Based on the memoirs of James Gregory,  Nelson Mandela's prison guard, 'Goodbye Bafana' is the true story of a white South African racist whose life was profoundly altered by the black prisoner he guarded for twenty years.

Movie review

From Time Out London

Full marks to director Bille August for achieving the near-impossible: crafting a film about Nelson Mandela that threatens to send you to sleep and reduces the great man himself to mere background noise. Of course, ‘Goodbye Bafana’ is only about Mandela in as much as it’s based on the memoirs of James Gregory, a South African prison warden who claimed to have developed a close relationship with his charge during 21 years of guarding him, first on Robben Island and later at the less stringent Pollsmoor and Victor Verster prisons. His book – and this film – tells of an understanding between the two men that’s symbolised by Gregory’s unlikely mastery of the Xhosa language, a skill inherited from his childhood friendship with – whisper it – a black boy. You’d never guess, though, from August’s unquestioning and deadly dull adaptation that Anthony Sampson, Mandela’s biographer, had already dismissed Gregory’s book, reporting Mandela as saying with characteristic diplomacy: ‘That man has quite some imagination.’

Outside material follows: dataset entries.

/* --resample: the bootstrap's spreads beside the covariance figures. */
static int print_resample(FILE *fp, const cli_inputs *in, const twf_calib_result *r, const twf_calib_options *co,
                          const cli_units *u, size_t n, twf_resample_result **keep, twf_warnings *keep_w)
{
  twf_resample_result *rs = NULL;
  twf_warnings w;
  twf_error err;
  size_t k;
  twf_warnings_init(&w);
  if (twf_calibrate_resample(in->model, in->campaign, co, r, n, co->seed, &rs, &w, &err) != TWF_OK) {
    twf_warnings_clear(&w);
    return cli_report_error(&err);
  }
  fprintf(fp, "\nResampling: %zu refits on the fit poses drawn with replacement (seed %llu), %zu refused\n",
          rs->n_refits, rs->seed, rs->n_refits - rs->n_ok);
  fprintf(fp, "  %-16s %14s %14s %7s\n", "parameter", "std", "resampled", "ratio");
  for (k = 0; k < rs->n_params; k++) {
    const twf_param_result *p = &r->params[k];
    double sc = p->param.kind == TWF_PARAM_LENGTH ? u->length_si : p->param.kind == TWF_PARAM_ANGLE ? u->angle_si : 1.0;
    const char *un = p->param.kind == TWF_PARAM_LENGTH ? u->length : p->param.kind == TWF_PARAM_ANGLE ? u->angle : "";
    if (p->status != TWF_PARAM_KEPT)
      continue;
    fprintf(fp, "  %-16s %10.4g %-3s %10.4g %-3s %7.2f%s\n", p->param.name, p->std / sc, un, rs->params[k].std / sc, un,
            rs->params[k].ratio, rs->params[k].disagree ? "  disagree" : "");
  }
  if (rs->n_check > 0)
    fprintf(fp, "  check set: RMS %.4g %s (resampled %.4g +- %.4g), max %.4g %s (resampled %.4g +- %.4g)\n",
            rs->check_base[0] / u->length_si, u->length, rs->check_mean[0] / u->length_si, rs->check_std[0] / u->length_si,
            rs->check_base[2] / u->length_si, u->length, rs->check_mean[2] / u->length_si, rs->check_std[2] / u->length_si);
  cli_print_warnings(&w);
  *keep = rs;
  *keep_w = w;
  return TWF_EXIT_OK;
}

/* The member "resample" of --json: the same figures as the text, lengths
 * and angles in the report's units (null where a figure is missing). */
static json_t *resample_json(const twf_resample_result *rs, const twf_calib_result *r, const cli_units *u,
                             const twf_warnings *w)
{
  static const char *const fig[TWF_RESAMPLE_FIGURES] = { "rms", "p95", "max" };
  json_t *params = json_array(), *warn = json_array(), *check = json_object(), *o;
  size_t k;
  for (k = 0; k < rs->n_params; k++) {
    const twf_param_result *p = &r->params[k];
    const twf_resample_param *q = &rs->params[k];
    const char *unit;
    if (p->status != TWF_PARAM_KEPT)
      continue;
    o = json_pack("{s:s, s:s, s:I}", "group", twf_group_name(p->param.group), "name", p->param.name, "refits",
                  (json_int_t)q->n);
    json_object_set_new(o, "std", cli_json_number(param_shown(&p->param, p->std, u, &unit)));
    json_object_set_new(o, "resampled_std", cli_json_number(param_shown(&p->param, q->std, u, &unit)));
    json_object_set_new(o, "change", cli_json_number(param_shown(&p->param, p->change, u, &unit)));
    json_object_set_new(o, "resampled_mean_change", cli_json_number(param_shown(&p->param, q->mean, u, &unit)));
    json_object_set_new(o, "unit", json_string(unit));
    json_object_set_new(o, "ratio", cli_json_number(q->ratio));
    json_object_set_new(o, "disagree", json_boolean(q->disagree));
    json_array_append_new(params, o);
  }
  for (k = 0; rs->n_check > 0 && k < TWF_RESAMPLE_FIGURES; k++)
    json_object_set_new(check, fig[k],
                        json_pack("{s:o, s:o, s:o}", "value", cli_json_number(rs->check_base[k] / u->length_si),
                                  "resampled_mean", cli_json_number(rs->check_mean[k] / u->length_si),
                                  "resampled_std", cli_json_number(rs->check_std[k] / u->length_si)));
  for (k = 0; k < w->count; k++)
    json_array_append_new(warn, json_string(w->items[k].message));
  return json_pack("{s:I, s:I, s:I, s:I, s:o, s:o, s:o}", "refits", (json_int_t)rs->n_refits, "refused",
                   (json_int_t)(rs->n_refits - rs->n_ok), "seed", (json_int_t)rs->seed, "refits_with_check",
                   (json_int_t)rs->n_check, "parameters", params, "check", rs->n_check > 0 ? check : json_null(),
                   "warnings", warn);
}

/* What made the report: the tool, when, from which inputs, in which units. */
static void add_json_origin(json_t *root, const digest *dg, size_t n_dg, const char *created, const cli_units *u)
{
  json_t *inputs = json_array();
  size_t i;
  for (i = 0; i < n_dg; i++)
    json_array_append_new(inputs, json_pack("{s:s, s:s}", "path", dg[i].path, "sha256", dg[i].hex));
  json_object_set_new(root, "tool", json_pack("{s:s, s:s}", "name", "twistfit", "version", twf_version()));
  json_object_set_new(root, "command", json_string("calibrate"));
  json_object_set_new(root, "created", json_string(created));
  json_object_set_new(root, "inputs", inputs);
  json_object_set_new(root, "units", json_pack("{s:s, s:s}", "length", u->length, "angle", u->angle));
}

/* The campaign's counts and the noise the fit weighted by. */
static void add_json_campaign(json_t *root, const twf_campaign *view, const twf_calib_result *r, const cli_units *u)
{
  json_object_set_new(root, "campaign",
                      json_pack("{s:I, s:I, s:I, s:I}", "poses", (json_int_t)view->n_poses, "measurements",
                                (json_int_t)view->n_meas, "fit", (json_int_t)r->n_fit_meas, "check",
                                (json_int_t)r->n_check_meas));
  json_object_set_new(root, "sigma", json_pack("{s:o, s:s, s:b}", "length", cli_json_number(r->sigma_length / u->length_si),
                                               "source",
                                               r->sigma_source == TWF_SIGMA_ESTIMATED   ? "estimated"
                                               : r->sigma_source == TWF_SIGMA_FROM_ROWS ? "rows"
                                                                                        : "given",
                                               "estimated", r->sigma_source == TWF_SIGMA_ESTIMATED));
}

/* The base pose before and after, and the target offsets the fit
 * determined. */
static void add_json_base_targets(json_t *root, const twf_model *m, const twf_calib_result *r, const cli_units *u)
{
  json_t *targets = json_object();
  size_t j;
  /* base_in_tracker: the older name, kept for existing readers */
  json_object_set_new(root, "base_in_instrument",
                      json_pack("{s:o, s:o}", "before", cli_json_pose(&r->base_before, u), "after",
                                cli_json_pose(&r->base_in_tracker, u)));
  json_object_set_new(root, "base_in_tracker",
                      json_pack("{s:o, s:o}", "before", cli_json_pose(&r->base_before, u), "after",
                                cli_json_pose(&r->base_in_tracker, u)));
  for (j = 0; j < r->asbuilt->n_targets; j++)
    if (r->target_in_fit[j])
      json_object_set_new(targets, m->targets[j].name,
                          json_pack("[o,o,o]", cli_json_number(r->asbuilt->targets[j].offset[0] / u->length_si),
                                    cli_json_number(r->asbuilt->targets[j].offset[1] / u->length_si),
                                    cli_json_number(r->asbuilt->targets[j].offset[2] / u->length_si)));
  json_object_set_new(root, "target_offsets_flange", targets);
}

/* The summary: the verdict and the figures it used, the left-out rows. */
static void add_json_summary(json_t *root, const twf_model *m, const twf_campaign *view, const twf_calib_result *r,
                             const cli_units *u)
{
  json_t *flagged = json_array();
  char gtext[160];
  size_t i;
  groups_text(r->groups, gtext, sizeof gtext);
  json_object_set_new(root, "fitted", json_string(gtext));
  json_object_set_new(root, "verdict",
                      json_pack("{s:s, s:s, s:o, s:o}", "conclusion", twf_calib_verdict_name(r->verdict), "basis",
                                twf_verdict_basis_name(r->verdict_basis), "before",
                                cli_json_stats(&r->verdict_before, u->length_si), "after",
                                cli_json_stats(&r->verdict_after, u->length_si)));
  json_object_set_new(root, "left_out",
                      json_pack("{s:{s:o, s:o}, s:{s:o, s:o}}", "fit_dropped", "before",
                                cli_json_stats(&r->excluded_before[TWF_SET_FIT], u->length_si), "after",
                                cli_json_stats(&r->excluded_after[TWF_SET_FIT], u->length_si), "check_flagged",
                                "before", cli_json_stats(&r->excluded_before[TWF_SET_CHECK], u->length_si), "after",
                                cli_json_stats(&r->excluded_after[TWF_SET_CHECK], u->length_si)));
  json_object_set_new(root, "check_every_row",
                      json_pack("{s:o, s:o}", "before", cli_json_stats(&r->check_all_before, u->length_si),
                                "after", cli_json_stats(&r->check_all_after, u->length_si)));
  for (i = 0; i < r->n_check_flagged; i++) {
    const twf_outlier *o = &r->check_flagged[i];
    const twf_measurement *ms = &view->meas[o->meas];
    json_array_append_new(flagged, json_pack("{s:I, s:s, s:s, s:o, s:o}", "line", (json_int_t)ms->line, "pose",
                                             view->pose_ids[ms->pose], "target", m->targets[ms->target].name,
                                             "error", cli_json_number(o->error_m / u->length_si), "score",
                                             cli_json_number(o->score)));
  }
  json_object_set_new(root, "check_flagged", flagged);
}

/* The solver's iterations and stops, the outlier screen and the fit
 * measurements it affected. */
static void add_json_solver(json_t *root, const twf_model *m, const twf_campaign *view, const twf_calib_result *r,
                            const twf_calib_options *co, const cli_units *u)
{
  json_t *outl = json_array();
  size_t i;
  json_object_set_new(root, "solver",
                      json_pack("{s:{s:i, s:s}, s:{s:i, s:o, s:o, s:s, s:b}, s:{s:s, s:o, s:i}}",
                                "registration", "iterations", r->registration.iterations, "stop",
                                twf_stop_name(r->registration.stop), "calibration", "iterations",
                                r->solve.iterations, "cost_start", cli_json_number(r->solve.cost_start),
                                "cost_end", cli_json_number(r->solve.cost_end), "stop",
                                twf_stop_name(r->solve.stop), "converged", twf_stop_converged(r->solve.stop),
                                "robust", "mode", robust_name(co->robust), "threshold",
                                cli_json_number(co->robust_threshold), "refits", r->robust_rounds));
  for (i = 0; i < r->n_outliers; i++) {
    const twf_outlier *o = &r->outliers[i];
    const twf_measurement *ms = &view->meas[o->meas];
    json_array_append_new(outl, json_pack("{s:I, s:s, s:s, s:o, s:o, s:o}", "line", (json_int_t)ms->line, "pose",
                                          view->pose_ids[ms->pose], "target", m->targets[ms->target].name,
                                          "error", cli_json_number(o->error_m / u->length_si), "score",
                                          cli_json_number(o->score), "weight", cli_json_number(o->weight)));
  }
  json_object_set_new(root, "outliers", outl);
}

/* The residual pattern, the compliance, each measurement's errors before
 * and after, and the as-built link table. */
static void add_json_residuals(json_t *root, const twf_model *m, const twf_campaign *view, const twf_calib_result *r,
                               const cli_units *u)
{
  static const char *const names[2] = { "before", "after" };
  const double *pe[2] = { r->pos_err_before, r->pos_err_after };
  const double *ae[2] = { r->angle_err_before, r->angle_err_after };
  json_t *meas;
  cli_links_table t;
  json_object_set_new(root, "residual_pattern", cli_json_pattern(m, &r->pattern, r->screen_refused, u));
  if (r->compliance.n_joints > 0)
    json_object_set_new(root, "compliance", cli_json_compliance(r->asbuilt, view, &r->compliance, u));
  meas = cli_json_measurements(view, m, r->meas_set, 2, names, pe, ae, r->excluded, r->outliers, r->n_outliers, u);
  if (meas != NULL)
    json_object_set_new(root, "measurements", meas);
  t = links_table(m, r, u);
  json_object_set_new(root, "links", cli_links_json(&t));
}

Joseph Fiennes is Gregory, a family man with a wife and two kids who is posted to Robben Island and who at first casually wills Mandela’s death – ‘He should have got the rope!’ – but later softens and even smuggles gifts to his wife. Dennis Haysbert plays Mandela, but he manages little with little: his dialogue is sparse, which only causes him to cocoon himself in the gravity of the role.

‘Goodbye Bafana’ spans roughly two decades and ends with a reconstruction of Mandela walking out of prison in 1989. Why not use archive? By then, Gregory is a lighter presence, full of fresh liberalism, and it’s clear what August is attempting: to capture the thawing of apartheid in the person of this everyman who happened to be close to Mandela. But it’s a shame that politics are as absent as Mandela himself. When ideas do creep in, they’re presented simply. ‘But is that fair?’ asks Gregory’s little daughter, when told of segregation. The bar of debate is low.

What’s most frustrating about ‘Goodbye Bafana’ is that August fails to embrace the subjectivity of Gregory’s memoir and repeats his tale straight. We’re left with the absurd notion that Mandela’s slight softening of attitude towards one of his prison guards – a mere acquaintance – is of some historical consequence. Either that or we should identify some simplistic metaphorical significance in their relationship. ‘He always asks after you,’ another warden tells Gregory after he’s spent a long period away from Mandela. One suspects Mandela had better things on his mind.